Closed Z-Z188 closed 1 month ago
Hi, thank you for your question.
The section you are looking at discusses the update rule for a hidden state which is a K-layer MLP. Therefore, k here refers to the k-th layer in this MLP, and W^{k} means the weight matrix of that layer.
Thanks for your reply. The weight of matrix W is updated during forward: from W0,W1,W2…… to Wb. So what does the W refer to in this formula?W0?W1?Wb?Look forward to your reply. Thanks!
Say \theta^0 refers to the entire parameters of a hidden state (a neural network in our case). Therefore, \theta^1, ... ,\theta^b are the updated entire parameters after each TTT mini-batch, which I think is what you are referring to.
On the other hand, W_k means the weight of the k-th layer inside this hidden state (a neural network), so \theta^t = {W^t_0, ..., W^t_K}.
Thanks for your reply. So when we calculate output Z,what W we use(W in the red box)?W0?W1?Wb?
Say at time step b (the b-th TTT mini-batch), the hidden state value is \theta_b = {W_b^1, ..., W_b^K}.
The final output Z_b at time step b is calculated by forwarding through the K layer in \theta_b sequentially, e.g., computing Z_b^1 to Z_b^K.
Your confusion may come from in the formula, it's not specific to a time step, since it applies to any time step.
it's not specific to a time step, since it applies to any time step.
Thanks for your reply ! The sentence "it's not specific to a time step, since it applies to any time step." make me understand. Thanks for your patience.
You are very welcome!
But another question:why the W refers to W0?Is it specific to a time step?Look forward to your reply. Thanks!
Here W_0 stands for the initial value of hidden states for an arbitrary time step. Here 1, ..., b refer to the 1st to b-th tokens in side an arbitrary TTT mini-batch. W_1, ..., W_b stand for the updated hidden state values for each token in that TTT mini-batch.

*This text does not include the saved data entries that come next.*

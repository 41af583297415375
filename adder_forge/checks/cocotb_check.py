"""The cocotb check: a cocotb 2.x test driving the emitted module, in a simulator of the registry."""

from __future__ import annotations

import sys
from pathlib import Path

from ..emit.design import Design
from ..base.errors import UsageError
from ..base.tools import Command, run
from . import simulators
from .outcome import Outcome, read


def run_cocotb(d: Design, simulator: str, workdir: Path, random_count: int = 1000, seed: int = 1,
               exhaustive_limit: int = 1 << 12, timeout: float = 1800) -> Outcome:
    sim = simulators.get(simulator)()
    if not sim.cocotb:
        raise UsageError(f"cocotb does not run in {sim.name}", "verify", "--sim")
    workdir = Path(workdir)
    workdir.mkdir(parents=True, exist_ok=True)
    src = workdir / f"{d.spec.name}.v"
    src.write_text(d.verilog, encoding="utf-8")
    sim.require()  # a clear error before cocotb's own
    env = (("ADDER_FORGE_NAME", d.spec.name), ("ADDER_FORGE_WIDTH", str(d.spec.width)),
           ("ADDER_FORGE_CARRY_IN", str(int(d.spec.carry_in))), ("ADDER_FORGE_CARRY_OUT", str(int(d.spec.carry_out))),
           ("ADDER_FORGE_RANDOM", str(random_count)), ("ADDER_FORGE_SEED", str(seed)),
           ("ADDER_FORGE_EXHAUSTIVE_LIMIT", str(exhaustive_limit)), ("PYTEST_CURRENT_TEST", ""))
    cmd = Command((sys.executable, "-m", "adder_forge.checks.cocotb_run", "--sim", sim.cocotb, "--source", str(src),
                   "--top", d.spec.name, "--workdir", str(workdir)), str(workdir), env, timeout)
    [o] = read(run(cmd), f"cocotb-{sim.name}", [d.spec.name], ["cocotb test passed"])
    return o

Therefore, it's not specific to a time step.
Thank you for your reply. May I ask when we calculate,why we should change the gradient of loss to W0 to the Z?
Sorry I didn't get your question, could you point me to the specific formula you are referring to?
Sorry I didn't get your question, could you point me to the specific formula you are referring to?
When calculating the updated W, we use the gradient of the loss with respect to W₀, but why is the gradient of the loss with respect to Z used in the subsequent formulas? Why is such a conversion necessary?
$\nabla{Z^k}l$ comes from the first factor of $\nabla{W^k0}l=\nabla{Z^k}l \cdot \left(\hat{X}^k\right)^T$. The point of dual form is by applying the associative rule of matrix multiplication, we can direct calculate the output of the second forward pass $\bar{Z}$ without explicitly materializing $\nabla_{W^k_0}l$.
Please refer to Appendix A.3 for more details.
Hello author, thank you very much for your work. What does this W refer to? Is it W0 or Wb? I don't understand. Look forward to your reply, thank you!